By the age of 19, I had left comfortable Hebron, turned in circles in the desert for a while but was now determined to follow God's voice to the promise land that he had ahead for me. I had decided to stop searching for a husband and just live day by day in a way that pleased God and to be content with that until God revealed more direction for my future.
I was beginning my third year at university and decided to get a little job just for some spare cash since my parents had funded my cost of living and tuition to date. I started working with one girl in particular, we'll call her Karen. Since I had changed campuses, I was now in a new city and was looking for a church. She stated that her boyfriend's father was a pastor at a church a bit out of town and she wanted to start going again and invited me to join her and her boyfriend Will. That's where my hell on earth began.

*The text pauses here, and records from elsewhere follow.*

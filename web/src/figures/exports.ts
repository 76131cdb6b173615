import type { VisualizationSpec } from 'vega-embed';

/** Width of exported figures in CSS pixels: a journal column at the document's measure. */
export const EXPORT_WIDTH = 640;

/**
 * A vega view of the spec rendered off screen, for export. Loaded lazily like
 * the on-screen figure, with the expression interpreter (no eval under CSP).
 */
async function headlessView(spec: VisualizationSpec) {
  const [vega, vl, { expressionInterpreter }] = await Promise.all([import('vega'), import('vega-lite'), import('vega-interpreter')]);
  // 'container' has no meaning off screen: export at a fixed column width.
  const fixed = { ...(spec as Record<string, unknown>), width: EXPORT_WIDTH, background: 'white' };
  const compiled = vl.compile(fixed as Parameters<typeof vl.compile>[0]).spec;
  const view = new vega.View(vega.parse(compiled, undefined, { ast: true }), { renderer: 'none', expr: expressionInterpreter });
  await view.runAsync();
  return view;
}

/** The figure as an SVG document. */
export async function figureSvg(spec: VisualizationSpec): Promise<string> {
  const view = await headlessView(spec);
  try {
    return await view.toSVG();
  } finally {
    view.finalize();
  }
}

/** The figure as a PNG data URL at twice the pixel density (sharp in print). */
export async function figurePngUrl(spec: VisualizationSpec): Promise<string> {
  const view = await headlessView(spec);
  try {
    return await view.toImageURL('png', 2);
  } finally {
    view.finalize();
  }
}

/** Saves text or a data URL as a file through a temporary link. */
export function saveFile(name: string, content: string, type: string): void {
  const url = content.startsWith('data:') ? content : URL.createObjectURL(new Blob([content], { type }));
  const a = document.createElement('a');
  a.href = url;
  a.download = name;
  document.body.appendChild(a);
  a.click();
  a.remove();
  if (!content.startsWith('data:')) setTimeout(() => URL.revokeObjectURL(url), 1000);
}

/** "figure-3-lagged-correlation": a file name from the figure's number and kind. */
export function exportName(figureNumber: number | null, kindLabel: string): string {
  const slug = kindLabel.toLowerCase().normalize('NFKD').replace(/[^a-z0-9]+/g, '-').replace(/^-|-$/g, '');
  return figureNumber ? `figure-${figureNumber}-${slug}` : slug;
}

Long story short, I discovered in time that Karen and Will were living separate lives, living under the same roof but seeing other people. She would borrow my dresses to go on various dates, he had just returned from a trip to Toronto where he met up with a business associate for personal reasons. The household and children were significantly ignored and I took over most of these tasks even after Karen and Will had moved under different roofs.
I fell into this pattern of being their rescuer, surrogate mother and guardian and continued this role which eventually merged me into the role of Will's partner. As time passed, I felt trapped. Will's mother had taken me aside and told me quite roughly that I better decide now to stay forever or leave forever because those children didn't need a broken heart. I wasn't sure if this is what God wanted for me and felt that I now could not leave because it would break their hearts.

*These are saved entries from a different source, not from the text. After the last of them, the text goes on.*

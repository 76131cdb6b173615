import { weightedSum } from './weighted-sum';

/** Σ A·v and Σ A over the present cells with a non-zero mask, through the grid's one kernel. */
function maskedSums(field: ArrayLike<number>, areas: ArrayLike<number>, mask?: ArrayLike<number | boolean>): Float64Array {
  const weights = mask ? Float64Array.from(areas, (a, k) => (mask[k] ? a : 0)) : areas;
  const out = new Float64Array(2);
  const block = new Float64Array(2);
  // Two levels (blocks of 64, then blocks), as the kernel's callers sum rows then rows' totals.
  for (let k = 0; k < areas.length; k += 64) {
    weightedSum(field, k, weights, k, Math.min(64, areas.length - k), block);
    out[0] += block[0];
    out[1] += block[1];
  }
  return out;
}

/**
 * Area-weighted mean Σ A·v / Σ A of a (lat, lon) field over the cells with a present (finite)
 * value and, if `mask` is given, a non-zero mask. null when no cell qualifies.
 */
export function areaWeightedMean(field: ArrayLike<number>, areas: ArrayLike<number>, mask?: ArrayLike<number | boolean>): number | null {
  const [s, w] = maskedSums(field, areas, mask);
  return w > 0 ? s / w : null;
}

/**
 * Area integral Σ A·v of a (lat, lon) field (e.g. mol C m-2 × m² → mol C) over the cells with a
 * present value and a non-zero mask. Missing cells contribute nothing — pair it with the covered
 * area if gaps matter. null when no cell of non-zero area qualifies.
 */
export function areaIntegral(field: ArrayLike<number>, areas: ArrayLike<number>, mask?: ArrayLike<number | boolean>): number | null {
  const [s, w] = maskedSums(field, areas, mask);
  return w > 0 ? s : null;
}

I ended up earnestly asking God for direction. I told him that he knew that I only wanted to marry the man he had for me and had proven this by leaving a man that I truly loved to follow His will for my life. I told him that I did not want to make an error so that I was going to ask him for a sign as Gideon did and that way, I would know for sure and would not move unless he confirmed I should. I asked him to close the mouth of the men that I was not to marry and open the mouth of the one he wanted me to marry. I asked him to have the man I was to marry to be the next one that said a specific word that is virtually never said by a man. The word could mean two things and it had to be said with one meaning in particular.

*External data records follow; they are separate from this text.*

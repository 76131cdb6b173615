import type { FigureKind, FigureResult, SeriesSummary, UsedSeries } from '@upwell/common';

/** Builders of sample figure results for component and spec tests (not used by the app). */
export const SERIES_ID = '6f1c2a9e-3b1d-4c55-9a0e-1f2d3c4b5a60';
export const INDEX_ID = '0a9b8c7d-6e5f-4a3b-8c2d-1e0f9a8b7c6d';

export function used(over: Partial<UsedSeries> = {}): UsedSeries {
  return { seriesId: SERIES_ID, name: 'DIC 0–100 m', version: 3, units: 'Pg C', origin: 'model-output', valuesSha256: 'ab'.repeat(32), ...over };
}

/** A result of the kind; its data is the test's to choose (the kind's result shape). */
export function result(kind: FigureKind, data: unknown, over: Partial<Omit<FigureResult, 'kind' | 'data'>> = {}): FigureResult {
  return {
    kind,
    data,
    numbers: [],
    used: [used()],
    methods: 'Anomalies from monthly means over 1991-01 to 2020-12.',
    cautions: [],
    warnings: [],
    engineVersion: 'test',
    cacheKey: 'k',
    cached: false,
    ...over,
  } as FigureResult;
}

/** A series as the library lists it. */
export function seriesSummary(over: Partial<SeriesSummary> = {}): SeriesSummary {
  return {
    id: SERIES_ID,
    groupId: 'g1',
    name: 'DIC 0–100 m',
    kind: 'carbon-inventory',
    variable: 'dic',
    units: 'Pg C',
    region: 'tropical Pacific',
    depthLayer: '0–100 m',
    source: 'test',
    origin: 'model-output',
    notes: '',
    latest: { number: 3, start: '1980-01', end: '2020-12', createdAt: '2024-01-01T00:00:00Z' },
    sparkline: [],
    updatedAt: '2024-01-01T00:00:00Z',
    ...over,
  };
}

I finished praying and was playing with the children on the floor while Will was talking with a business associate in the kitchen. Not five minutes had passed when Will interrupted his own sentence, turned abruptly towards me and asked me a question with that specific word in that specific meaning which was so out of context and out of his usual pattern of speach or topic of interest. I was floored.
I was in total shock. First, because it seemed like a supernatural miraculous event had just happened. God had heard me and responded so clearly. What a rush! I finally had my answer. But secondly, the answer I had finally received frightened me. I was worried because I had seen many things that were problematic in Will's personnality, attitude, christian walk and life overall.
I decided that God knew best. As Peter rose above the storm by keeping his eyes on Jesus, so was I going to trust in the Lord, submit my will to his and he would straigthen the crooked paths ahead of me. I was not going to let the fear of great hardship ahead make me turn away from what God was directing me to do. I was not going to rebel or live for my flesh.
I was going to follow God in action, thought, attidude, motives, purity of heart and whole heartedly. That was my plan and I was going to stick with it no matter what. I was not going to look back, I was not going to focus on the storm, I was not going to become bitter in the face of adversity because I was to obey with a joyful heart and truly trust in God to accomplish the good work that he had started in me.